Compile an ExportedProgram module for NVIDIA GPUs using TensorRT

Takes a existing TorchScript module and a set of settings to configure the compiler and will convert methods to JIT Graphs which call equivalent TensorRT engines

Converts specifically the forward method of a TorchScript Module

Parameters
  • exported_program (torch.export.ExportedProgram) – Source module, running torch.export on a torch.nn.Module

  • inputs (Tuple[Any, ...]) –

    List of specifications of input shape, dtype and memory layout for inputs to the module. This argument is required. Input Sizes can be specified as torch sizes, tuples or lists. dtypes can be specified using torch datatypes or torch_tensorrt datatypes and you can use either torch devices or the torch_tensorrt device type enum to select device type.

    inputs=[
        torch_tensorrt.Input((1, 3, 224, 224)), # Static NCHW input shape for input #1
        torch_tensorrt.Input(
            min_shape=(1, 224, 224, 3),
            opt_shape=(1, 512, 512, 3),
            max_shape=(1, 1024, 1024, 3),
            dtype=torch.int32
            format=torch.channel_last
        ), # Dynamic input shape for input #2
        torch.randn((1, 3, 224, 244)) # Use an example tensor and let torch_tensorrt infer settings
    ]
    

Keyword Arguments
  • arg_inputs (Tuple[Any, ...]) – Same as inputs. Alias for better understanding with kwarg_inputs.

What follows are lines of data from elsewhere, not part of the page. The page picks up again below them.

using System.Globalization;
using ExprModel.Core.Cell;
using ExprModel.Core.Simulation;
using ExprModel.Web.Export;
using ExprModel.Web.Simulation;

namespace ExprModel.Web.Workspace;

/// <summary>
/// The Workbench's protocols area without its components: the chosen protocol and its settings as typed, an uploaded
/// waveform, and the run as a <see cref="BackgroundJob"/> on the model as the controls set it when Run is pressed. The
/// protocol last run is kept in <see cref="WorkspaceState.Injected"/>, so a share link stores it and opening the link
/// in the Workbench restores it. Tests drive it without a renderer and await <see cref="BackgroundJob.Running"/>.
/// </summary>
public sealed class ProtocolsSession : IDisposable
{
    private readonly ModelRunner _runner;
    private readonly WorkbenchSession _workbench;
    private readonly WorkspaceState _workspace;
    private readonly Func<Task> _changed;
    private readonly Dictionary<string, Dictionary<string, string>> _texts = [];

    public ProtocolsSession(ModelRunner runner, SimulationGate gate, WorkbenchSession workbench, WorkspaceState workspace, Func<Task> changed)
    {
        _runner = runner;
        _workbench = workbench;
        _workspace = workspace;
        _changed = changed;
        Job = new BackgroundJob(gate, changed);
        foreach (var (kind, _) in ProtocolForms.Kinds)
            _texts[kind] = ProtocolForms.Fields(kind).ToDictionary(f => f.Key, f => f.Default.ToString("R", CultureInfo.InvariantCulture));
        if (workspace.Injected is { } stored) Restore(stored);
    }

    public BackgroundJob Job { get; }
    /// <summary>The protocol whose form is shown (one of <see cref="ProtocolForms.Kinds"/>).</summary>
    public string Kind { get; private set; } = ProtocolForms.Pulse;
    /// <summary>A setting or upload the user must fix; null when all is well.</summary>
    public string? InputError { get; private set; }
    /// <summary>The uploaded waveform (uA/cm2) and its file name; null before an upload.</summary>
    public WaveformCurrent? Waveform { get; private set; }
    public string? WaveformName { get; private set; }
    /// <summary>The unit the uploaded file's current column is in: density (uA/cm2), pA or nA.</summary>
    public string WaveformUnit { get; set; } = "pA";

    public ProtocolOutcome? Result { get; private set; }
    /// <summary>The protocol and the model JSON the result was measured on.</summary>
    public InjectedProtocol? MeasuredProtocol { get; private set; }
    public string? MeasuredModelJson { get; private set; }

    /// <summary>True when the result was measured on another model or other control settings than the ones now set.</summary>
    public bool IsStale => MeasuredModelJson is not null && _workbench.Model is not null && _workbench.Current().ToJson() != MeasuredModelJson;

    public void Show(string kind)
    {
        ProtocolForms.Fields(kind);
        Kind = kind;
        InputError = null;
    }

    public string Text(string key) => _texts[Kind].TryGetValue(key, out var t) ? t : "";

    public void SetText(string key, string? text) => _texts[Kind][key] = text?.Trim() ?? "";

    /// <summary>Reads an uploaded waveform (time in ms, current in <see cref="WaveformUnit"/>); a bad file sets <see cref="InputError"/>
    /// naming its line and column and keeps the waveform before it.</summary>
    public void Upload(string fileName, string text)
    {
        try
        {
            var unit = CurrentUnits.Parse(WaveformUnit);
            var area = _workbench.Area;
            Waveform = WaveformReader.Read(text, fileName, v => CurrentUnits.ToDensity(v, unit, area));
            WaveformName = fileName;
            InputError = null;
        }
        catch (Exception e) when (e is WaveformFormatException or ArgumentException) { InputError = e.Message; }
        _ = _changed();
    }

    /// <summary>An upload the browser could not deliver.</summary>
    public void UploadFailed(string message)
    {
        InputError = message;
        _ = _changed();
    }

    /// <summary>The protocol as the form sets it now.</summary>
    /// <exception cref="ArgumentException">A setting that is not a number within its bounds (the message names it).</exception>
    public InjectedProtocol Chosen()
    {
        var values = new Dictionary<string, double>();
        string label = ProtocolForms.LabelOf(Kind);
        foreach (var f in ProtocolForms.Fields(Kind))
        {
            string text = Text(f.Key);
            if (!double.TryParse(text, NumberStyles.Float, CultureInfo.InvariantCulture, out var v) || !double.IsFinite(v))
                throw new ArgumentException($"{label}, {f.Label}: '{text}' is not a number.");
            if (v < f.Min || v > f.Max)
                throw new ArgumentException(string.Create(CultureInfo.InvariantCulture, $"{label}, {f.Label}: {v} {f.Unit} is outside {f.Min} to {f.Max}."));
            if (f.Whole && v != Math.Floor(v)) throw new ArgumentException($"{label}, {f.Label}: '{text}' must be a whole number.");
            values[f.Key] = v;
        }
        if (Kind == ProtocolForms.Waveform && Waveform is null) throw new ArgumentException($"{label}: upload a file of time (ms) and current first.");
        return new InjectedProtocol
        {
            Kind = Kind,
            Values = values,
            WaveformName = Kind == ProtocolForms.Waveform ? WaveformName : null,
            WaveformTimesMs = Kind == ProtocolForms.Waveform ? [.. Waveform!.TimesMs] : null,
            WaveformUaPerCm2 = Kind == ProtocolForms.Waveform ? [.. Waveform!.DensitiesUaPerCm2] : null,
        };
    }

    /// <summary>Runs the chosen protocol on the model as the controls set it now; a bad setting sets <see cref="InputError"/> instead.</summary>
    public void Start()
    {
        if (_workbench.Model is null) return;
        InjectedProtocol protocol;
        try { protocol = Chosen(); InputError = null; }
        catch (ArgumentException e) { InputError = e.Message; _ = _changed(); return; }
        var doc = _workbench.Current();
        _workspace.Injected = protocol;
        Job.Start((checkpoint, token) =>
        {
            var cell = _runner.Compile(doc);
            var outcome = ProtocolRuns.Run(cell, doc.Name, protocol, token);
            checkpoint();
            return outcome;
        }, outcome =>
        {
            Result = outcome;
            MeasuredProtocol = protocol;
            MeasuredModelJson = doc.ToJson();
        });
    }

    /// <summary>Shows a stored protocol's form with its settings (a share link opened in the Workbench).</summary>
    public void Restore(InjectedProtocol stored)
    {
        if (!ProtocolForms.Kinds.Any(k => k.Kind == stored.Kind)) return;
        Kind = stored.Kind;
        foreach (var (key, v) in stored.Values)
            if (_texts[Kind].ContainsKey(key)) _texts[Kind][key] = v.ToString("R", CultureInfo.InvariantCulture);
        if (stored.WaveformTimesMs is { Length: >= 2 } t && stored.WaveformUaPerCm2 is { } i && i.Length == t.Length)
        {
            Waveform = new WaveformCurrent(t, i);
            WaveformName = stored.WaveformName ?? "stored waveform";
        }
    }

    /// <summary>The last result's CSV (the library's writer: caution and model name first); null before a run.</summary>
    public DownloadFile? Csv() => Result is null ? null : new(Result.CsvName, "text/csv", Result.CsvText);

    public void Dispose() => Job.Dispose();
}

  • kwarg_inputs (dict[Any, ...]) – Optional, kwarg inputs to the module forward function.

  • device (Union(Device, torch.device, dict)) –

    Target device for TensorRT engines to run on

    device=torch_tensorrt.Device("dla:1", allow_gpu_fallback=True)
    

  • disable_tf32 (bool) – Force FP32 layers to use traditional as FP32 format vs the default behavior of rounding the inputs to 10-bit mantissas before multiplying, but accumulates the sum using 23-bit mantissas

  • assume_dynamic_shape_support (bool) – Setting this to true enables the converters work for both dynamic and static shapes. Default: False

  • sparse_weights (bool) – Enable sparsity for convolution and fully connected layers.

  • enabled_precision (Set(Union(torch.dpython:type, torch_tensorrt.dpython:type))) – The set of datatypes that TensorRT can use when selecting kernels

  • debug (bool) – Enable debuggable engine

  • capability (EngineCapability) – Restrict kernel selection to safe gpu kernels or safe dla kernels

  • num_avg_timing_iters (python:int) – Number of averaging timing iterations used to select kernels

  • workspace_size (python:int) – Maximum size of workspace given to TensorRT

  • dla_sram_size (python:int) – Fast software managed RAM used by DLA to communicate within a layer.

  • dla_local_dram_size (python:int) – Host RAM used by DLA to share intermediate tensor data across operations

  • dla_global_dram_size (python:int) – Host RAM used by DLA to store weights and metadata for execution

  • truncate_double (bool) – Truncate weights provided in double (float64) to float32

  • calibrator (Union(torch_tensorrt._C.IInt8Calibrator, tensorrt.IInt8Calibrator)) – Calibrator object which will provide data to the PTQ system for INT8 Calibration

  • require_full_compilation (bool) – Require modules to be compiled end to end or return an error as opposed to returning a hybrid graph where operations that cannot be run in TensorRT are run in PyTorch

  • min_block_size (python:int) – The minimum number of contiguous TensorRT convertible operations in order to run a set of operations in TensorRT

  • torch_executed_ops (Collection[Target]) – Set of aten operators that must be run in PyTorch. An error will be thrown if this set is not empty but require_full_compilation is True

  • torch_executed_modules (List[str]) – List of modules that must be run in PyTorch. An error will be thrown if this list is not empty but require_full_compilation is True

  • pass_through_build_failures (bool) – Error out if there are issues during compilation (only applicable to torch.compile workflows)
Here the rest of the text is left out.